# Uhmm, deface?



## yak (Apr 1, 2006)

*Timeline* 
16.46 GMT - The [ L L A M A S ! ] link next of the FAQ. Thought it was very funny, so i almost made a ranting topic about it.
16.51 GMT - The main banner changes. Things get a lot more interesting.

What's with LLAMAS???.
Either this is a joke, or it is ABOUT TIME to start seriuosly refining the code.


----------



## Dragoneer (Apr 1, 2006)

yak said:
			
		

> 16.51 GMT
> What's with LLAMAS???.
> Either this is a joke, or you REALLY need to rewrite your code from scratch. Security sucks.


Our scientists are currently looking into the problem and trying to determine the llama infestation's origin.


----------



## yak (Apr 1, 2006)

You keep SQL and Apache acess logs? They are your friends.... I updated the previuos post with timestamps, so the vermin will be easier to find...


----------



## Almafeta (Apr 1, 2006)

Well, I like the 'Llamas' link better...


----------



## Silver R. Wolfe (Apr 1, 2006)

Almafeta said:
			
		

> Well, I like the 'Llamas' link better...



Aye the link is good but if this is actually a hack job.... This is bad news for the site..


----------



## *morningstar (Apr 1, 2006)

You guys are dumb. :wink:


----------



## Silver R. Wolfe (Apr 1, 2006)

*morningstar said:
			
		

> You guys are dumb. :wink:



Just propagating the idea. =3


----------



## Vgm22 (Apr 1, 2006)

I was wondering what it was too and saw it was a flash, so I clicked it, watched it and laughed my ass off. If it was a hack job, I hope they find the person or persond responsible and beat them senseless with rabid weasels! (If there are any rabid weasles furrys out there, sorry)


----------



## uncia2000 (Apr 1, 2006)

Vgm22 said:
			
		

> I hope they find the person or persond responsible and beat them senseless with rabid weasels!


Makes a change from being slapped across the face with wet trout, I guess.
(But would've been safer to assume there were no trout scalies around here )


----------



## Vgm22 (Apr 1, 2006)

uncia2000 said:
			
		

> Vgm22 said:
> 
> 
> 
> ...



If there is that would be the sight to see! Wouldn't it?


----------



## Vgm22 (Apr 1, 2006)

Vgm22 said:
			
		

> uncia2000 said:
> 
> 
> 
> ...



Let me rephrase that. If there is a furry like that. That would be a sight to see! wouldn't it? (Sorry for the repost or whatever you call it, but I'm extremly sick and running a temp of 101.1, so I'm not thinking clearly)


----------



## uncia2000 (Apr 1, 2006)

Vgm22 said:
			
		

> If there is that would be the sight to see! Wouldn't it?

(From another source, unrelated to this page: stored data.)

import { describe, expect, it } from 'vitest';
import { lawIds, lossAllowed, mostLoss, plantOf } from './sized-laws.cases.fixture.js';
import { identifySizeSeek } from './sized-laws.fixture.js';

/** The mean of five runs still scatters by as much as the allowance leaves room for; that of twenty does not. */
const seeds = Array.from({ length: 20 }, (_, index) => index + 1);

describe.each(lawIds)('%s, identified and sized from noisy data', (lawId) => {
  const grid = [0, 1].flatMap((shape) =>
    [0, 0.3, 3].flatMap((tau) => [0.002, 0.02, 0.1].map((noise) => [shape, tau, noise] as const)),
  );
  it.each(grid)(
    'ends within the predicted loss (shape %i, time constant %d s, noise %d)',
    (shape, tau, noise) => {
      const runs = seeds.map((seed) =>
        identifySizeSeek(lawId, plantOf(shape, tau, noise), { lossAllowed }, seed),
      );
      const mean = runs.reduce((sum, { endLoss }) => sum + endLoss, 0) / runs.length;
      const ripple = runs.reduce((sum, { size }) => sum + size.predicted.rippleLoss, 0) / runs.length;
      expect(mean).toBeLessThan(mostLoss(lawId, ripple));
    },
    60_000,
  );
});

Floundering to come up with a reply to that.
Yeah, certainly would be a fish of another color 


*gnaws on the llama*


----------



## uncia2000 (Apr 1, 2006)

Vgm22 said:
			
		

> (Sorry for the repost or whatever you call it, but I'm extremly sick and running a temp of 101.1, so I'm not thinking clearly)


Hrrr.... back to bed for you...
Hope you didn't catch anything from those rabid weasels, too.

*purrs softly*


----------



## Vgm22 (Apr 1, 2006)

uncia2000 said:
			
		

> Vgm22 said:
> 
> 
> 
> ...



-coughs- I should be in bed, but then'd I'd have nothing to do, be really bored and just get up again. I have to use my brother in laws com in the living room, because mine is A POS (Piece of shit for those of you who don't know what that means) and needs new parts or I'd be in bed right now on my com in my room.


----------



## uncia2000 (Apr 1, 2006)

Vgm22 said:
			
		

> -coughs- I should be in bed, but then'd I'd have nothing to do, be really bored and just get up again. I have to use my brother in laws com in the living room, because mine is A POS (Piece of shit for those of you who don't know what that means) and needs new parts or I'd be in bed right now on my com in my room.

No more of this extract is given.